━━━━━ Data listing ━━━━━

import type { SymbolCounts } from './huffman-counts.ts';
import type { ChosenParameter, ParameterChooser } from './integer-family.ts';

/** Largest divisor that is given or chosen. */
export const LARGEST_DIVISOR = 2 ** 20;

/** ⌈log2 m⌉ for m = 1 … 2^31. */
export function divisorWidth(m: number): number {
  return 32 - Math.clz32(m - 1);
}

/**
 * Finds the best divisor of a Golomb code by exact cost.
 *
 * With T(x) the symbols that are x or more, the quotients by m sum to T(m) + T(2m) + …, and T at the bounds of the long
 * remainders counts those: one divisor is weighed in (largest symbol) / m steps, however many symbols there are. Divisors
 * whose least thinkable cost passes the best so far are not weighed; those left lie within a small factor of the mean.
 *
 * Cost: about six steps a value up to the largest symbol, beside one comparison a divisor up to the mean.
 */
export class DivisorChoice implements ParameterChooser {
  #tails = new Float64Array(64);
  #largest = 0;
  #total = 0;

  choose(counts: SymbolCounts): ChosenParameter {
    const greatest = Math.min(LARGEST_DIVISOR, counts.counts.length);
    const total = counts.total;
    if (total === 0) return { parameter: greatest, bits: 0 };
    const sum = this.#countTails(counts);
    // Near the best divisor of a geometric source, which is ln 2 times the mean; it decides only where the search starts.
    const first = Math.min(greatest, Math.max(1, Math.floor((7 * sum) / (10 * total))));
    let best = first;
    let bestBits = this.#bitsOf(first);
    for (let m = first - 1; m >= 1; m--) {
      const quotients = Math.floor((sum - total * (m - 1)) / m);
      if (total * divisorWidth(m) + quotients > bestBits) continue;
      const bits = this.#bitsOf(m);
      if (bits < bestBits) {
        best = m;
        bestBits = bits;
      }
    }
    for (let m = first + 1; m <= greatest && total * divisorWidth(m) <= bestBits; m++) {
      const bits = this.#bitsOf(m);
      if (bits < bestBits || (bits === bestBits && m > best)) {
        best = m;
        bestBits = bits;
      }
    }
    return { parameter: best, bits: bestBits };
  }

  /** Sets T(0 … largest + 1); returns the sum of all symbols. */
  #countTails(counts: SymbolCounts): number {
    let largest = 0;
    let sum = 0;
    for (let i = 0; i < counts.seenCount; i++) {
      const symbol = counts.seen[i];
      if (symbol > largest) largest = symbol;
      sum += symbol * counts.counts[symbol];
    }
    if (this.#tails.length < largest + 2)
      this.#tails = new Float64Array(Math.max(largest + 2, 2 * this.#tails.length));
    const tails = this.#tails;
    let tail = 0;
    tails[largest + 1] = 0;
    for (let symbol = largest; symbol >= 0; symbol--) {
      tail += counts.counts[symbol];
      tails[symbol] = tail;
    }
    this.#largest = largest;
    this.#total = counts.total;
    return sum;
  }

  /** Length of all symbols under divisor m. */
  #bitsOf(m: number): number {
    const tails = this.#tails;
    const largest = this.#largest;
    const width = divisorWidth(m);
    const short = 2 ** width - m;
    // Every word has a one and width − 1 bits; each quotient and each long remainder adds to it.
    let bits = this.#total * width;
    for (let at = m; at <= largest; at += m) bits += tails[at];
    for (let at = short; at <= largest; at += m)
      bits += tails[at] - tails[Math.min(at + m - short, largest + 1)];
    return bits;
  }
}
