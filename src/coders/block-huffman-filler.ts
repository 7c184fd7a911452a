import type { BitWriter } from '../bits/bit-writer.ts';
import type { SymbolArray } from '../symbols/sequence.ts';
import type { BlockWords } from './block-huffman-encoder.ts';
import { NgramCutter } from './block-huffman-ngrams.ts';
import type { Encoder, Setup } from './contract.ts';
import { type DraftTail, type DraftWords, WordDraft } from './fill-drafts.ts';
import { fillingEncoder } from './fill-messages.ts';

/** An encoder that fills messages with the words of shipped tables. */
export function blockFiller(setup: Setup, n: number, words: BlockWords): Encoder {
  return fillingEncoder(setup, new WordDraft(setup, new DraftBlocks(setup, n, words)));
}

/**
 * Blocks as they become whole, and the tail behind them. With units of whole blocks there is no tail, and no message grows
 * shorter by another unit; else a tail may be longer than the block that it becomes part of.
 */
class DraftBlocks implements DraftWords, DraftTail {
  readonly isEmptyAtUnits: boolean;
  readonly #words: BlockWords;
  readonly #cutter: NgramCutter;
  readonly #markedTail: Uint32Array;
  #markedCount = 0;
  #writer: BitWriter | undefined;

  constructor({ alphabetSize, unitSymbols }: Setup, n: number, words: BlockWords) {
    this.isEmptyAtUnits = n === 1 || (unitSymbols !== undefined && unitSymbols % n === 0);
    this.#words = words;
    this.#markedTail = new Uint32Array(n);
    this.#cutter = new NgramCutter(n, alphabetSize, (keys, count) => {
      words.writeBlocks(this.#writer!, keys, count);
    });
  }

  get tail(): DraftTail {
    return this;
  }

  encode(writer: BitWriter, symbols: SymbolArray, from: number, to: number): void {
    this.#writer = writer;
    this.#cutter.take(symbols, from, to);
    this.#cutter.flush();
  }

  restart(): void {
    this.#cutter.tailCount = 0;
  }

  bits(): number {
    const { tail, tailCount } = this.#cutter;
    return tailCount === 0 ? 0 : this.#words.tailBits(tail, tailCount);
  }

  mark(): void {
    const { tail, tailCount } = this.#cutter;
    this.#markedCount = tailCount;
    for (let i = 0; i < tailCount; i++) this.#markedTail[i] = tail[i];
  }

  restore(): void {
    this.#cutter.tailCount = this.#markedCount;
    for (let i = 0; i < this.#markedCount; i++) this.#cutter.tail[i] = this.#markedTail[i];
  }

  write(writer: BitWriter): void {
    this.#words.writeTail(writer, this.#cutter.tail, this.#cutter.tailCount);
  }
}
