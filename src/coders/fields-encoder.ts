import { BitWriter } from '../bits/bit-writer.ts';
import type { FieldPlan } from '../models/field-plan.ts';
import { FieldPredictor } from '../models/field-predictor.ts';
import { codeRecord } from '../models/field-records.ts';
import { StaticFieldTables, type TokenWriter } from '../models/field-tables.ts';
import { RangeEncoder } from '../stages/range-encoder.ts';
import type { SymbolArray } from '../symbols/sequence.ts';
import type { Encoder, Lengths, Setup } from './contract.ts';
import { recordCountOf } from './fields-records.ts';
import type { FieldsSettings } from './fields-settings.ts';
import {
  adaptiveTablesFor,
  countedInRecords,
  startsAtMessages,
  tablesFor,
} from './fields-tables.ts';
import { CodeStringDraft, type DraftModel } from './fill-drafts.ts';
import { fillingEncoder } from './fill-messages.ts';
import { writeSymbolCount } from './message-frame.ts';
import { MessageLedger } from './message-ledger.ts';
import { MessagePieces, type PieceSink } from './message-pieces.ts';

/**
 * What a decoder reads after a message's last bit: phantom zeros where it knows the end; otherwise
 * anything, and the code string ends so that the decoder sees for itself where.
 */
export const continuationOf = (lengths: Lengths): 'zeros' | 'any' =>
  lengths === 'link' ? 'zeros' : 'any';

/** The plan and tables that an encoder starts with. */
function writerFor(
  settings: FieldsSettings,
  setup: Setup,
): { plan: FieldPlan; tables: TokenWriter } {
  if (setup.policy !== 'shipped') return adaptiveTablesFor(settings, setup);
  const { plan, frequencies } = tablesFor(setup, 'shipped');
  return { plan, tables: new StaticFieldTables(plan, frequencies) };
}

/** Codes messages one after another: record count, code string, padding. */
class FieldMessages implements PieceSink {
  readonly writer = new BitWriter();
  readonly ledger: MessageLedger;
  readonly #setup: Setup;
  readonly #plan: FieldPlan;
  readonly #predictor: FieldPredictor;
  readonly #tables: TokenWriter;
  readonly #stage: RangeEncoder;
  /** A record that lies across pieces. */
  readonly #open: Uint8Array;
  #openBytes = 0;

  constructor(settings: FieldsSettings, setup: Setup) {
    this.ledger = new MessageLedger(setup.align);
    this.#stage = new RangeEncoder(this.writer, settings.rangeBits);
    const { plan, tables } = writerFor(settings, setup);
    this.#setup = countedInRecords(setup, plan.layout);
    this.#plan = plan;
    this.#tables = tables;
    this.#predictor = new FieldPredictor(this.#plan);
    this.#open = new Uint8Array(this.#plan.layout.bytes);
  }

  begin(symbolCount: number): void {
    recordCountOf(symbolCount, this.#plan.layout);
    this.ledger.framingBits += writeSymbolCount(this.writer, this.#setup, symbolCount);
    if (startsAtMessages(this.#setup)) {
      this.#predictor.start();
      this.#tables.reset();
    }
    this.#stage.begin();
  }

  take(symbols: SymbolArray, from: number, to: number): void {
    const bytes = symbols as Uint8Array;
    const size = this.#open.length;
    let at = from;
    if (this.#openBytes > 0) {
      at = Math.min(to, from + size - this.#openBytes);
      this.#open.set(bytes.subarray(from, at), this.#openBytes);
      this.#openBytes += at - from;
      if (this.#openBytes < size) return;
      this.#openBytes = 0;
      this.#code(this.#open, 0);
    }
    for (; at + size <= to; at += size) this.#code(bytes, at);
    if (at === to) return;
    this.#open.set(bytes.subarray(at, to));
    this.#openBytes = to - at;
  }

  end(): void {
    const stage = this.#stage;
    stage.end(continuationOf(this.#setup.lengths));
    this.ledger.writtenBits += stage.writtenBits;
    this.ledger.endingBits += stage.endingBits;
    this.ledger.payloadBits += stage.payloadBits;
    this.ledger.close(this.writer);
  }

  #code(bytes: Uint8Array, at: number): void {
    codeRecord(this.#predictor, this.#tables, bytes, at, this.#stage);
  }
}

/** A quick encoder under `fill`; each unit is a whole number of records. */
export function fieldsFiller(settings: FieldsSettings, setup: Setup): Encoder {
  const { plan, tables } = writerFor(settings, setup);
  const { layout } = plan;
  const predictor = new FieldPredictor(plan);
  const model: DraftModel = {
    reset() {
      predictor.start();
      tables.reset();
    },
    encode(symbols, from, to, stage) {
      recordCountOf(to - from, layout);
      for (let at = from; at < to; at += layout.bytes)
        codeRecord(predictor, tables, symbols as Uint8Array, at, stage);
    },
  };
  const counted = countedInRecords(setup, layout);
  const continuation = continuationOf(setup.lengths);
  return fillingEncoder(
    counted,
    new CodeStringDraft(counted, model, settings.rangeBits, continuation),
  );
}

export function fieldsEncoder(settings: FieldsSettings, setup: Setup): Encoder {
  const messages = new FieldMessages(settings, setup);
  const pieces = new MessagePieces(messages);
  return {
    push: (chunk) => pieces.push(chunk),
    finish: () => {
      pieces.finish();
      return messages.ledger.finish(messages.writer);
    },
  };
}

━━━━━

**Action item**
Each line above that includes the word "countTails" is to be copied.

**Solved exercise**
    const sum = this.#countTails(counts);
  #countTails(counts: SymbolCounts): number {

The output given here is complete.